The easiest way is to copy the low power settings and slowly increase core/ram speeds in afterburner till the problem goes away.
That's a good work-around. I'm doing something similar by using Nvidia Inspector to stop the card from dropping back into p8 state (the lowest power) and stay in p5 state (medium-low power) where the problem is considerably lessened. The only problem is that I have to switch back to automatic p-state setting when playing games (or it stays in p5 and only uses about 40% of the card's capacity) and if the game has non-3D menu/inventory screens (Witcher 2) the card drops back to p8 on those screens and the flickering comes back, making the inventory screens unusable.
Does the Afterburner custom 2D setting still allow the card to ramp up to full speed when needed and only drop back to my prescribed settings when needed?

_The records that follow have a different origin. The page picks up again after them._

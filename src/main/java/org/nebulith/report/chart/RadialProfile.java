package org.nebulith.report.chart;

import java.util.ArrayList;
import java.util.Comparator;
import java.util.List;
import java.util.Objects;

import org.knowm.xchart.XYChart;
import org.knowm.xchart.XYSeries;
import org.knowm.xchart.style.XYStyler;
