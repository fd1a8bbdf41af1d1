package org.nebulith.report.chart;

import java.awt.geom.Rectangle2D;
import java.util.List;

import org.knowm.xchart.AnnotationText;
import org.knowm.xchart.AnnotationTextPanel;
import org.knowm.xchart.XYChart;
import org.knowm.xchart.style.XYStyler;

/**
 * Labels written on a laid-out XChart chart, placed in device coordinates [pt] where they overlap
 * nothing ({@link Placement}) and added as XChart text annotations in screen space: series names
 * beside their curves, notes in the emptiest corner of the plot.
 */
final class DirectLabels {

    /** Steps of the grid of note positions across the plot. */
    private static final int GRID = 12;

    private final Figure figure;
    private final XYChart chart;
    private final Rectangle2D box;
    private final Placement free;

    /**
     * @param figure the figure (labels are recorded as its texts)
     * @param chart  the chart, already laid out at its final size ({@link Figure#layOut})
     */
    DirectLabels(final Figure figure, final XYChart chart) {
        this.figure = figure;
        this.chart = chart;
        this.box = plotBox(chart);
        this.free = new Placement(box);
    }

    /** @param chart a laid-out chart with its axis ranges set @return its plot area [pt] */
    static Rectangle2D plotBox(final XYChart chart) {
        XYStyler s = chart.getStyler();
        double x0 = chart.getScreenXFromChart(s.getXAxisMin());
        double x1 = chart.getScreenXFromChart(s.getXAxisMax());
        double y0 = chart.getScreenYFromChart(s.getYAxisMin());
        double y1 = chart.getScreenYFromChart(s.getYAxisMax());
        return new Rectangle2D.Double(Math.min(x0, x1), Math.min(y0, y1), Math.abs(x1 - x0), Math.abs(y1 - y0));
    }

    /** @return the plot area [pt] */
    Rectangle2D box() {
        return box;
    }

    /** @return the free-space bookkeeping */
    Placement free() {
        return free;
    }

    /** @param v an x value @return its device x [pt] */
    double x(final double v) {
        return chart.getScreenXFromChart(v);
    }

    /** @param v a y value @return its device y [pt] */
    double y(final double v) {
        return chart.getScreenYFromChart(v);
    }

    /** @param dev a device x [pt] @return the x value there */
    double dataX(final double dev) {
        XYStyler s = chart.getStyler();
        return inverse((dev - box.getMinX()) / box.getWidth(), s.getXAxisMin(), s.getXAxisMax(),
                s.isXAxisLogarithmic());
    }

    /** @param dev a device y [pt] @return the y value there */
    double dataY(final double dev) {
        XYStyler s = chart.getStyler();
        return inverse((box.getMaxY() - dev) / box.getHeight(), s.getYAxisMin(), s.getYAxisMax(),
                s.isYAxisLogarithmic());
    }

    private static double inverse(final double fraction, final double min, final double max, final boolean log) {
        return log ? Math.pow(10, Math.log10(min) + fraction * (Math.log10(max) - Math.log10(min)))
                : min + fraction * (max - min);
    }

    /**
     * @param xs x values (NaN = gap)
     * @param ys y values (NaN = gap)
     * @return their device coordinates, NaN kept
     */
    double[][] device(final double[] xs, final double[] ys) {
        double[][] d = new double[2][xs.length];
        boolean logY = chart.getStyler().isYAxisLogarithmic();
        for (int i = 0; i < xs.length; i++) {
            boolean ok = Double.isFinite(xs[i]) && Double.isFinite(ys[i]) && (!logY || ys[i] > 0);
            d[0][i] = ok ? x(xs[i]) : Double.NaN;
            d[1][i] = ok ? y(ys[i]) : Double.NaN;
        }
        return d;
    }

    /**
     * Puts markers along a drawn line, one every {@code spacing} pt of its length, skipping the parts
     * on the plot's edges (floors and ceilings), as a series of its own outside the legend.
     *
     * @param name    series name
     * @param dev     the line in device coordinates (NaN = gap)
     * @param marker  the marker
     * @param colour  its colour
     * @param spacing distance between markers along the line [pt]
     * @param offset  distance to the first marker [pt] (staggered between series)
     */
    void markersAlong(final String name, final double[][] dev, final Marker marker, final java.awt.Color colour,
                      final double spacing, final double offset) {
        List<double[]> at = new java.util.ArrayList<>();
        double next = offset;
        double run = 0;
        for (int k = 1; k < dev[0].length; k++) {
            double x0 = dev[0][k - 1];
            double y0 = dev[1][k - 1];
            double x1 = dev[0][k];
            double y1 = dev[1][k];
            if (!(Double.isFinite(x0) && Double.isFinite(y0) && Double.isFinite(x1) && Double.isFinite(y1))
                    || onEdge(y0) && onEdge(y1)) {
                continue;
            }
            double len = Math.hypot(x1 - x0, y1 - y0);
            while (run + len >= next) {
                double f = (next - run) / len;
                at.add(new double[] {dataX(x0 + f * (x1 - x0)), dataY(y0 + f * (y1 - y0))});
                next += spacing;
            }
            run += len;
        }
        if (!at.isEmpty()) {
            ChartStyle.points(chart, name, at.stream().mapToDouble(p -> p[0]).toArray(),
                    at.stream().mapToDouble(p -> p[1]).toArray(), marker, colour, 0.9, false);
        }
    }

    private boolean onEdge(final double y) {
        return y < box.getMinY() + 5 || y > box.getMaxY() - 5;
    }

    /**
     * @param text a label
     * @param cx   its centre x [pt]
     * @param cy   its centre y [pt]
     * @return the box it covers [pt]
     */
    static Rectangle2D bounds(final String text, final double cx, final double cy) {
        double w = Fonts.width(text, ChartStyle.NOTE_PT) + 1;
        double h = Fonts.capHeight(ChartStyle.NOTE_PT) + 1.5;
        return new Rectangle2D.Double(cx - w / 2, cy - h / 2, w, h);
    }

    /**
     * Writes a label centred on a device point and marks its box as taken.
     *
     * @param text the label
     * @param cx   centre x [pt]
     * @param cy   centre y [pt]
     */
    void put(final String text, final double cx, final double cy) {
        free.take(bounds(text, cx, cy));
        figure.text(text);
        chart.addAnnotation(new AnnotationText(text, cx, chart.getHeight() - cy, true));
    }

    /**
     * Writes a label at the first free place among candidate centres.
     *
     * @param text   the label
     * @param except index of a line the label may touch (its own), or -1
     * @param xy     candidate centres, x and y alternating [pt]
     * @return whether it was placed
     */
    boolean putFirstFree(final String text, final int except, final double... xy) {
        for (int i = 0; i + 1 < xy.length; i += 2) {
            if (free.free(bounds(text, xy[i], xy[i + 1]), except)) {
                put(text, xy[i], xy[i + 1]);
                return true;
            }
        }
        return false;
    }

    /**
     * Writes a point's label beside it: right and above, left and above, right and below, or left
     * and below, the first place free.
     *
     * @param text the label
     * @param px   the point's device x [pt]
     * @param py   the point's device y [pt]
     */
    void beside(final String text, final double px, final double py) {
        double w = Fonts.width(text, ChartStyle.NOTE_PT) / 2 + 5;
        putFirstFree(text, -1, px + w, py - 4, px - w, py - 4, px + w, py + 5, px - w, py + 5);
    }

    /**
     * Writes note lines, left-aligned, in a corner of the plot that touches no line or label, else
     * elsewhere in the plot where it touches none, else where it touches the fewest.
     *
     * @param lines the note lines
     */
    void note(final List<String> lines) {
        if (lines.isEmpty()) {
            return;
        }
        double lineH = ChartStyle.NOTE_PT + 1.5;
        double w = 2 * ChartStyle.NOTE_PADDING;
        for (String l : lines) {
            w = Math.max(w, Fonts.width(l, ChartStyle.NOTE_PT) + 2 * ChartStyle.NOTE_PADDING);
        }
        double h = lines.size() * lineH + 2 * ChartStyle.NOTE_PADDING;
        // the corners first, then a grid over the plot: the first box that touches nothing, else the least crowded
        List<double[]> at = new java.util.ArrayList<>();
        for (double fy : new double[] {0, 1}) {
            for (double fx : new double[] {1, 0}) {
                at.add(new double[] {fx, fy});
            }
        }
        for (int gy = 0; gy <= GRID; gy++) {
            for (int gx = GRID; gx >= 0; gx--) {
                at.add(new double[] {gx / (double) GRID, gy / (double) GRID});
            }
        }
        Rectangle2D best = null;
        int fewest = Integer.MAX_VALUE;
        for (double[] f : at) {
            Rectangle2D r = new Rectangle2D.Double(box.getMinX() + 3 + f[0] * (box.getWidth() - w - 6),
                    box.getMinY() + 3 + f[1] * (box.getHeight() - h - 6), w, h);
            int hits = free.hits(r);
            if (hits < fewest) {
                fewest = hits;
                best = r;
                if (hits == 0) {
                    break;
                }
            }
        }
        free.take(best);
        lines.forEach(figure::text);
        // a panel on a light background, so that a note over a line stays readable
        chart.addAnnotation(new AnnotationTextPanel(String.join("\n", lines), best.getMinX(),
                chart.getHeight() - best.getMaxY(), true));
    }
}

In other words, will it fix the Witcher problem I just described?
I look forward to your answer.
Yes.
afterburner allows you to set custom 2d and 3d profiles.
So before playing witcher set a custom 2d profile that is high enough core/memory wise to prevent flickerin in the menu.
After you finish gaming you can set the 2d profile to another lower power customized profile saved for that.
You can save up to 5 custom profiles, and make any of them as the 2d or 3d setting.
You could have
a low core/mem voltage setting for 2d that is still high enough to prevent flicker in games.
a high overclocked 3d performance setting.
and another 2d setting for normal desktop use.
Afterburner automatically switches states itself as needed between 2d and 3d mode.
All you would need to do is set the gaming 2d profile before gaming and then after switch back to the normal power saving 2d settings if you wished to have the card run cooler while you do desktop stuff.